The Earth-based Atacama Large Millimeter/submillimeter Array (ALMA) has captured a high-resolution image of an Einstein ring effect in what CNET indicated in a report to be the highest-resolution image of the galaxy which has ever been produced.
An Einstein ring is an effect in which an object viewed is magnified and distorted by a galaxy between both objects in such a way as to form a circle.
The starburst galaxy seen through the gravitational lensing effect is known as SDP.81. Light measured from the galaxy is estimated to be around 13.82 billion years old, which is a distance usually too far to see.
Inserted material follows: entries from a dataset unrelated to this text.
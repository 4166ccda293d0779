package main

import (
	"bytes"
	"fmt"
	"io"
	"os"
	"path/filepath"
	"slices"
	"strings"

	"github.com/spf13/cobra"

	"railproof/report"
)

// outputFlags says in which formats a verb writes, and where to.
type outputFlags struct {
	formats []string // FORMAT or FORMAT=FILE
	file    string   // --output
}

// target is one format and where it goes; an empty file is the standard output.
type target struct{ format, file string }

func (o *outputFlags) add(c *cobra.Command, formats []string) {
	c.Flags().StringArrayVarP(&o.formats, "format", "f", nil, "`FORMAT` or FORMAT=FILE, repeatable: "+strings.Join(formats, ", "))
	c.Flags().StringVarP(&o.file, "output", "o", "", "write the one format to `FILE` instead of the standard output")
	completeWords(c, "format", formats...)
}

// targets reads the flags; known are the formats of the verb, the default first.
func (o *outputFlags) targets(known []string) ([]target, error) {
	formats := o.formats
	if len(formats) == 0 {
		formats = known[:1]
	}
	var list []target
	standard := 0
	for _, text := range formats {
		name, file, named := strings.Cut(text, "=")
		if !slices.Contains(known, name) {
			return nil, fmt.Errorf("format %q; expected one of %s", name, strings.Join(known, ", "))
		}
		if named && file == "" {
			return nil, fmt.Errorf("format %q; expected a file behind the equals sign", text)
		}
		if !named {
			standard++
			file = o.file
		}
		list = append(list, target{name, file})
	}
	switch {
	case standard > 1:
		return nil, fmt.Errorf("%d formats for one output; expected FORMAT=FILE for all but one", standard)
	case o.file != "" && standard == 0:
		return nil, fmt.Errorf("--output %s, but every format names its own file", o.file)
	}
	for i, a := range list {
		for _, b := range list[:i] {
			if a.file != "" && filepath.Clean(a.file) == filepath.Clean(b.file) {
				return nil, fmt.Errorf("two formats for %s", a.file)
			}
		}
	}
	return list, nil
}

// deliver renders every target before the first is written, so that a failure leaves no half of them.
func deliver(s *streams, list []target, render func(w io.Writer, format string, style report.Style) error) error {
	pages := make([]bytes.Buffer, len(list))
	for k, t := range list {
		style := report.Style{}
		if t.file == "" {
			style = s.outStyle()
		} else if s.colour == "always" {
			style.Colour = true
		}
		if err := render(&pages[k], t.format, style); err != nil {
			return err
		}
	}
	for k, t := range list {
		if t.file == "" {
			if _, err := s.out.Write(pages[k].Bytes()); err != nil {
				return err
			}
			continue
		}
		if err := replaceFile(t.file, pages[k].Bytes()); err != nil {
			return err
		}
	}
	return nil
}

// replaceFile writes a file beside its place and renames it there, so that a reader sees the old bytes or
// the new ones. A link is followed; what is no regular file, such as a pipe, is written to directly.
func replaceFile(name string, content []byte) error {
	if real, err := filepath.EvalSymlinks(name); err == nil {
		name = real
		if info, err := os.Stat(name); err == nil && !info.Mode().IsRegular() {
			return os.WriteFile(name, content, 0o666)
		}
	}
	temporary := filepath.Join(filepath.Dir(name), fmt.Sprintf(".%s.%d.part", filepath.Base(name), os.Getpid()))
	f, err := os.OpenFile(temporary, os.O_WRONLY|os.O_CREATE|os.O_EXCL, 0o666)
	if err != nil {
		return err
	}
	_, err = f.Write(content)
	if closed := f.Close(); err == nil {
		err = closed
	}
	if err == nil {
		err = os.Rename(temporary, name)
	}
	if err != nil {
		os.Remove(temporary)
	}
	return err
}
The recently captured Einstein ring comes as a result of when two objects are perfectly aligned, creating a gravitational lensing warp leading to the formation of what appears to be a perfect circle in the night sky.
ALMA Deputy Program Scientist Catherine Vlahakis was quoted by Space.com as having said in a statement that “the astounding level of detail in these new ALMA images” will allow astronomers to “reassemble the information contained in the distorted image we see as a ring and produce a reconstruction of the true image of the distant galaxy.”
Gravitational lensing is used in astronomy to study the very distant, very early universe, because it gives even our best telescopes an impressive boost in power […] With the astounding level of detail in these new ALMA images, astronomers will now be able to reassemble the information contained in the distorted image we see as a ring and produce a reconstruction of the true image of the distant galaxy.
Last month, we reported here on Immortal News that the Hubble Space Telescope captured images which confirmed another one of Albert Einstein’s theories known as the Einstein cross. In witnessing the event, astronomers effectively watched the same supernova explode four separate times as a result of gravitational lensing.